You should carefully read the documentation pages relating to the commands and functionality about which you ask.

@Jean-Michel Yes, the subscripts are displayed slightly differently (upright Ronan, versus italic) to provide a visual cue.

It's meant to help perceive what was utilized. Sometimes people use both together, accidentally, while thinking that they're all the same one.

@Jean-Michel After you assign the same expression to both names then your check return true because it's comparing the same assigned values rather than the names to which they're assigned.

@AHSAN Did you try my followup, with a code adjustment for the color-bar's dimensions? I used Maple 2024.2 there, but I'm hoping the effect is the same in your Maple 2025.

Or is your PNG immediately above from my original Answer's code?

@sand15 In my example above I showed colored vertical axes alongside black axis-labels, using a typesetting construction (of which you're already familiar). A similar effect could also be done for the tickmarks, as a different color from the axis-bar.

I don't know of a way to get a linestyle or transparence for the axis-bars, except by faking it with a dedicated line (and supressing the axis proper).

@AHSAN Of course, you could simply get rid of the color-bar altogether, by specifiying colorbar=false instead, in the call to contourplot3d.

But I believe that you could also adjust the original by shortening the color-bar in the substructure, after construction. Eg,

Download 3D_shadow_at_the_base_Help_acc.mw

@sand15 That too is nice and visually easy to understand.

[edit: it's more complicated to do, though, and requires adjustment for other data.]

@Carl Love I don't know why it was done that way. Perhaps the author really preferred consistency, or half-expected that some other module locals might be needed later.

There are other appliable module exports of Student:-Calculus1 which are documented/user-level commands of the package. Some have other locals, and some do not. Eg,

Download SC1_am.mw

The OP has also asked me how I knew that it was such an appliable module, ie. a module with member ModuleApply, which (like a procedure) could be called with arguments.

One answer is simply that having such a module member ModuleApply is the mechanism that allows for that behaviour of a module's being callable like a procedure (ie. which could be applied to arguments).

But I also already knew it because I've worked with that command before.

ps.

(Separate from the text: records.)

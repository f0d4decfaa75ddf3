// The PDF step report and the exports, run through heatchain-cli as a user
// would and read back with independent tools: poppler's pdfinfo and
// pdftotext for the PDF, Debian's Python xml.etree for the SVG. The core's
// JSON results (`compute --json`) are the oracle for every number shown:
// the report only formats them.
#include <gtest/gtest.h>

#include <algorithm>

#include <cmath>
#include <filesystem>
#include <fstream>
#include <regex>
#include <set>
#include <string>
#include <vector>

#include <nlohmann/json.hpp>

#include "heatchain/project_file.hpp"
#include "heatchain/units.hpp"
#include "support/pdf_text.hpp"
#include "support/run_command.hpp"
#include "support/samples.hpp"

namespace fs = std::filesystem;
using heatchain::testing::readWholeFile;
using heatchain::testing::lineStarting;
using heatchain::testing::pdfText;
using heatchain::testing::runCommand;
using heatchain::testing::squeeze;

namespace {

const char* kSamples[] = {"melt-tank", "nitrogen-warmup", "compressor-aftercooler", "solvent-recovery", "boiler-feed",
                          "ammonia-chiller"};

std::string sample(const std::string& name) {
    return heatchain::testing::samplePath(name);
}

std::string cli(const std::string& args) { return std::string(HEATCHAIN_CLI) + " " + args; }

fs::path scratch(const std::string& name) {
    const fs::path dir = fs::temp_directory_path() / ("heatchain-report-test-" + std::to_string(::getpid()));
    fs::create_directories(dir);
    return dir / name;
}

int pageCount(const fs::path& pdf) {
    auto r = runCommand(std::string(HEATCHAIN_PDFINFO) + " " + pdf.string());
    std::smatch m;
    if (std::regex_search(r.out, m, std::regex(R"(Pages:\s+(\d+))"))) return std::stoi(m[1]);
    return -1;
}

// Numbers of one line of text, with the typographic minus read as '-'.
std::vector<double> numbersIn(std::string line) {
    for (std::size_t at; (at = line.find("\xE2\x88\x92")) != std::string::npos;) line.replace(at, 3, "-");
    std::vector<double> out;
    std::regex num(R"((^|[\s(])(-?\d+(\.\d+)?(e[+-]?\d+)?)(?=\s|$))");
    for (auto it = std::sregex_iterator(line.begin(), line.end(), num); it != std::sregex_iterator(); ++it)
        out.push_back(std::stod((*it)[2]));
    return out;
}

// A displayed number against the core's value in display units: the report
// prints about five significant digits.
void expectShown(double shown, double expected, const std::string& what) {
    const double tol = std::max(1e-9, std::fabs(expected) * 2e-4) + 1e-3;
    EXPECT_NEAR(shown, expected, tol) << what;
}

nlohmann::json computeJson(const std::string& project) {
    auto r = runCommand(cli("compute " + project + " --json"));
    return nlohmann::json::parse(r.out, nullptr, false);
}

}  // namespace

TEST(Report, EverySampleHasItsStepsTotalsAndCautions) {
    for (const char* s : kSamples) {
        const fs::path pdf = scratch(std::string(s) + ".pdf");
        auto r = runCommand(cli("report " + sample(s) + " -o " + pdf.string()));
        ASSERT_EQ(r.exit, 0) << s << ": " << r.err;
        const int pages = pageCount(pdf);
        // Title block and ledger, the chart page, and the step sections.
        EXPECT_GE(pages, 3) << s;
        EXPECT_LE(pages, 12) << s;
        const std::string layout = pdfText(pdf, true);
        const std::string flat = squeeze(layout);
        const auto json = computeJson(sample(s));
        ASSERT_TRUE(json.is_object()) << s;
        for (const auto& st : json["steps"])
            EXPECT_NE(flat.find(st["id"].get<std::string>()), std::string::npos) << s << " lacks step " << st["id"];
        EXPECT_NE(flat.find("Heatchain computes idealised process paths. Pressure equipment, steam, cryogens and hot "
                            "surfaces are governed by local codes and licensed practice; have results checked by a "
                            "qualified engineer."),
                  std::string::npos)
            << s;
        EXPECT_NE(flat.find("Page 1 of " + std::to_string(pages)), std::string::npos) << s;

        // Totals and duties, in the project's display units (core's conversion).
        auto project = heatchain::loadProject(sample(s));
        ASSERT_TRUE(project.ok());
        const auto dim = project->system == heatchain::SystemKind::Closed ? heatchain::Dimension::Energy
                                                                           : heatchain::Dimension::Power;
        auto display = [&](double si) { return heatchain::toDisplay(si, dim, project->displayUnits); };
        const auto total = numbersIn(lineStarting(layout, "Total"));
        ASSERT_GE(total.size(), 6u) << s << ": " << lineStarting(layout, "Total");
        expectShown(total[0], display(json["totals"]["Q"]), std::string(s) + " total Q");
        expectShown(total[1], display(json["totals"]["W"]), std::string(s) + " total W");
        expectShown(total[5], display(json["totals"]["exergyDestroyed"]), std::string(s) + " exergy destroyed");
        // Then, where some step has them, the steady-flow area (m2) and a
        // batch's cycle time (min).
        // (json is const: operator[] of a key that is absent would read past
        // the object, so absent keys are asked for with value().)
        const nlohmann::json area = json["totals"].value("area_m2", nlohmann::json());
        const nlohmann::json cycle = json["totals"].value("cycleTime_s", nlohmann::json());
        if (area.is_number()) {
            ASSERT_GE(total.size(), 7u) << s;
            expectShown(total[6], area.get<double>(), std::string(s) + " total area");
        }
        if (cycle.is_number()) expectShown(total.back(), cycle.get<double>() / 60.0, std::string(s) + " cycle time");
        // The labels may wrap in the narrow step column ("Heating" / "duty").
        const auto heating = numbersIn(lineStarting(layout, "Heating"));
        const auto cooling = numbersIn(lineStarting(layout, "Cooling"));
        ASSERT_FALSE(heating.empty()) << s;
        ASSERT_FALSE(cooling.empty()) << s;
        expectShown(heating.back(), display(json["totals"]["heatingDuty"]), std::string(s) + " heating duty");
        expectShown(cooling.back(), display(json["totals"]["coolingDuty"]), std::string(s) + " cooling duty");
    }
}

The printing mechanisms for modules have had a few quirks, over time, as the following shows:

Download module_hmm.mw

@aroche Thanks, Austin!

I guess I was so hung up on avoiding the OP's earlier use of x>=0 that I was willing to accept R::real, unjustified, like a mirage. Thanks for the correction.

@dharr It seems to me that the OP's sentence,

  "Then,  `-\\infty` to `- + \\infty`."

pertains to the results that attain -- undesirably -- when he executes his original attempt.

And then he mentioned what he wanted,

   "How can I replace \infty with +\infty but keep -\infty unchanged?"